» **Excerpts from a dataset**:
++++++++++++++++++++
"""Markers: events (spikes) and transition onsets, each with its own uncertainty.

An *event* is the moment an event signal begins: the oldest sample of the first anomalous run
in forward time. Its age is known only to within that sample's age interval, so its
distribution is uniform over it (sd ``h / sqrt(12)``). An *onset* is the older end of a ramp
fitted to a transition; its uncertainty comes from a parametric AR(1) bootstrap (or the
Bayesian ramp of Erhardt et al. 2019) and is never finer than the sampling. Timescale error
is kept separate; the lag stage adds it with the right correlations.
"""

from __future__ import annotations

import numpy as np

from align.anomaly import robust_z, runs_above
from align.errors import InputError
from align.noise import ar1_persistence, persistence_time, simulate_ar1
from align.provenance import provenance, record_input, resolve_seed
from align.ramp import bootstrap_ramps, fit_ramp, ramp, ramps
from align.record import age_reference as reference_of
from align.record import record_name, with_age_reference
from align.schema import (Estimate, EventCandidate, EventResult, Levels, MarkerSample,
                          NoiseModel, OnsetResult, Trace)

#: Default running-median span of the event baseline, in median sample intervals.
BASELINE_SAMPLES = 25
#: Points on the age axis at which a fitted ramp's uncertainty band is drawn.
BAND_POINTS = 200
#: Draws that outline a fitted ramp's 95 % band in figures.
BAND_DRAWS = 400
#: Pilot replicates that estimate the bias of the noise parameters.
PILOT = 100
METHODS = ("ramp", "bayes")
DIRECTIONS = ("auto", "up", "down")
++++++++++++++++++++
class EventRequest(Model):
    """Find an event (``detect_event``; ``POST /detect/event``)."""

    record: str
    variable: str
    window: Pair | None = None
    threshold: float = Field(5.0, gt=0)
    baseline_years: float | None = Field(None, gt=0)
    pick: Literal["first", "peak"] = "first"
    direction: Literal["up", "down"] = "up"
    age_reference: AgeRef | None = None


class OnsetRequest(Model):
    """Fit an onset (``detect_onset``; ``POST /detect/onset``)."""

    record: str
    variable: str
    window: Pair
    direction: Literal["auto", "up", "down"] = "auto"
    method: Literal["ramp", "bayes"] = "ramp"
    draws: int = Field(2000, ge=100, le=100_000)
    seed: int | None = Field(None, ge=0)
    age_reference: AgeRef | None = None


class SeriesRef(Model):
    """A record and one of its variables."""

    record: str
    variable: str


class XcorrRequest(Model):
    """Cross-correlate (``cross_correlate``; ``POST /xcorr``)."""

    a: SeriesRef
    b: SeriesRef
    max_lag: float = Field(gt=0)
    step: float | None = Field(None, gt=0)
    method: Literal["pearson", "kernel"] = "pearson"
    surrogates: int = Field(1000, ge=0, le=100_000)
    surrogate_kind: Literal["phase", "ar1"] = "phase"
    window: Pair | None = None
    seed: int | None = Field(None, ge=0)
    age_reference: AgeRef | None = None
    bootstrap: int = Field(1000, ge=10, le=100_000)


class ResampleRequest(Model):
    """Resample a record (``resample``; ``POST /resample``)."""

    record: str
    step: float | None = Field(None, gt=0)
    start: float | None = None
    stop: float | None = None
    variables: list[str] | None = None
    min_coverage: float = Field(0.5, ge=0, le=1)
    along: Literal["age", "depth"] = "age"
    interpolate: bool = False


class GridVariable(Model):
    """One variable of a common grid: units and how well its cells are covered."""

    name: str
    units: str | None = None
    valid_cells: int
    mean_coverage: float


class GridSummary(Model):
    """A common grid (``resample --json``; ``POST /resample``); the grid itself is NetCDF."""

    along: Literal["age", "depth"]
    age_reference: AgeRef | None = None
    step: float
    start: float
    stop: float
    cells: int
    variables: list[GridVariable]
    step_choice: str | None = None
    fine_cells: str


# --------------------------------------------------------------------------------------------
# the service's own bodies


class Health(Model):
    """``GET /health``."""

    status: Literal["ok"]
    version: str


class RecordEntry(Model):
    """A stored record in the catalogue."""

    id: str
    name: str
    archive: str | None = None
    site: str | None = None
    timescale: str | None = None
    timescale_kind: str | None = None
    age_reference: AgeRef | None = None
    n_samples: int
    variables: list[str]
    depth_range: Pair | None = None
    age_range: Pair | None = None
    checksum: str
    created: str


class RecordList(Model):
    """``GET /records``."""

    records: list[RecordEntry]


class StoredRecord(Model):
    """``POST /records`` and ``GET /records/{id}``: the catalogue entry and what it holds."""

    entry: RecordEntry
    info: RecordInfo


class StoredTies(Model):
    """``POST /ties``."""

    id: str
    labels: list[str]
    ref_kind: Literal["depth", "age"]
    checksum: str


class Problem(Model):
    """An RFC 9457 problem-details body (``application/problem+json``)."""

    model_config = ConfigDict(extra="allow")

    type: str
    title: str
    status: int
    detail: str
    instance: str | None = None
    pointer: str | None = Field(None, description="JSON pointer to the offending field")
++++++++++++++++++++
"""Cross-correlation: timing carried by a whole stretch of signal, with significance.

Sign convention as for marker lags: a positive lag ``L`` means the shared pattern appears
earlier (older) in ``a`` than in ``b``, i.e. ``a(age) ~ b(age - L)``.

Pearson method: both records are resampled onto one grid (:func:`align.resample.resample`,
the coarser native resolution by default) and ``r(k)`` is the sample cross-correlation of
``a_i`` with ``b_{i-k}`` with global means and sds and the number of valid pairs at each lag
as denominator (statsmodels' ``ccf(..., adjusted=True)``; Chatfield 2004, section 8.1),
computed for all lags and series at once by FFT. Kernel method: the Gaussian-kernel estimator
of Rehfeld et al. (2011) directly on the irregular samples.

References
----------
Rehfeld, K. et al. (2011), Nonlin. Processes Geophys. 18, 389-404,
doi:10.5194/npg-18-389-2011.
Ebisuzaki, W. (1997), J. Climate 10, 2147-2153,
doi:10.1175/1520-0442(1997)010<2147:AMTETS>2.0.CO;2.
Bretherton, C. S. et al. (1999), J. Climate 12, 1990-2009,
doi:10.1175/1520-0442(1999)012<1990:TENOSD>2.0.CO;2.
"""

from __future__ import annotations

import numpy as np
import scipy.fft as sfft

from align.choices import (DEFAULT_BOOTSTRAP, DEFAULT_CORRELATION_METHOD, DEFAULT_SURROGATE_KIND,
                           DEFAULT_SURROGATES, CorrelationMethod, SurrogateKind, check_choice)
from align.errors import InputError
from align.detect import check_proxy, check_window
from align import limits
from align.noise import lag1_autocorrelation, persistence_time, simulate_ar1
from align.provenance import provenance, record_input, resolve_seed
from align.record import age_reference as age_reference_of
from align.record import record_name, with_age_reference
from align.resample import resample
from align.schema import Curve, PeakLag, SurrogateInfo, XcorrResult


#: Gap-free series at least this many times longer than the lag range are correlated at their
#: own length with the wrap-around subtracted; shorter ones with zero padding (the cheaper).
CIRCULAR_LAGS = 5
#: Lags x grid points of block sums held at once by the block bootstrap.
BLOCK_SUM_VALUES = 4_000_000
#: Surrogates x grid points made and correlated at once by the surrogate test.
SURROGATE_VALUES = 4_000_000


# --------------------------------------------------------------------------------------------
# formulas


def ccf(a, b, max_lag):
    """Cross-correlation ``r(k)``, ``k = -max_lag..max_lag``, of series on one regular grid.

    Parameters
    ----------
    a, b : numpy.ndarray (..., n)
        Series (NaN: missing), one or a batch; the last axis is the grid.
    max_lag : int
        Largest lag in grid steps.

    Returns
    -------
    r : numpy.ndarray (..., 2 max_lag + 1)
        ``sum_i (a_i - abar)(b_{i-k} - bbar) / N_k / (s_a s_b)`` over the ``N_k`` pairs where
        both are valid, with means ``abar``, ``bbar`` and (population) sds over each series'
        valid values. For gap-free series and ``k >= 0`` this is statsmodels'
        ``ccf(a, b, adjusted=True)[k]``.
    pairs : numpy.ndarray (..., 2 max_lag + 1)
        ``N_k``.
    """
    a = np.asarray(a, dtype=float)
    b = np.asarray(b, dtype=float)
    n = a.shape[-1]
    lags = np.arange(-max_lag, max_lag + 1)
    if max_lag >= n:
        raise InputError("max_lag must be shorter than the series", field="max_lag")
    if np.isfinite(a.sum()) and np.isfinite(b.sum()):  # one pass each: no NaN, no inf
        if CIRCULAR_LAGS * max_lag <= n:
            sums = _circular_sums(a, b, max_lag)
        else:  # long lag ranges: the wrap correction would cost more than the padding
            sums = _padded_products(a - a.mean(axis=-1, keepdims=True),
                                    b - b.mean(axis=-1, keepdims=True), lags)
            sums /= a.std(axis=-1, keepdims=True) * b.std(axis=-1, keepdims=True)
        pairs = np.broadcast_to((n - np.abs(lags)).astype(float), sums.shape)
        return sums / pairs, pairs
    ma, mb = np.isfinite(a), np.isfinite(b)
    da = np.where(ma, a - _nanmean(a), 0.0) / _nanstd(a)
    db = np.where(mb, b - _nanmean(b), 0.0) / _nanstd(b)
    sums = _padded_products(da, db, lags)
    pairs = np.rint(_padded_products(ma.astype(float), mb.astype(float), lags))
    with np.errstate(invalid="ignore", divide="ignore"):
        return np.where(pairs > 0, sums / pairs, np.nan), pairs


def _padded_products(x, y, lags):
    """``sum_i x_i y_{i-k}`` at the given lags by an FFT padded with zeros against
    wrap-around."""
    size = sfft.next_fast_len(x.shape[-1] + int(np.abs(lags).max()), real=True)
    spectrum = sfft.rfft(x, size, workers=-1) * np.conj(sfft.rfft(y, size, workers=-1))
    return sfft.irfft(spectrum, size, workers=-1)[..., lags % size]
++++++++++++++++++++
» **HOW TO COMPLETE THIS TASK**: Working from the records above, write out verbatim only the lines from the line containing "timescale_kind: str | None = None" through the line containing "instance: str | None = None".

» **RESPONSE BOX**:
    timescale_kind: str | None = None
    age_reference: AgeRef | None = None
    n_samples: int
    variables: list[str]
    depth_range: Pair | None = None
    age_range: Pair | None = None
    checksum: str
    created: str


class RecordList(Model):
    """``GET /records``."""

    records: list[RecordEntry]


class StoredRecord(Model):
    """``POST /records`` and ``GET /records/{id}``: the catalogue entry and what it holds."""

    entry: RecordEntry
    info: RecordInfo


class StoredTies(Model):
    """``POST /ties``."""

    id: str
    labels: list[str]
    ref_kind: Literal["depth", "age"]
    checksum: str


class Problem(Model):
    """An RFC 9457 problem-details body (``application/problem+json``)."""

    model_config = ConfigDict(extra="allow")

    type: str
    title: str
    status: int
    detail: str
    instance: str | None = None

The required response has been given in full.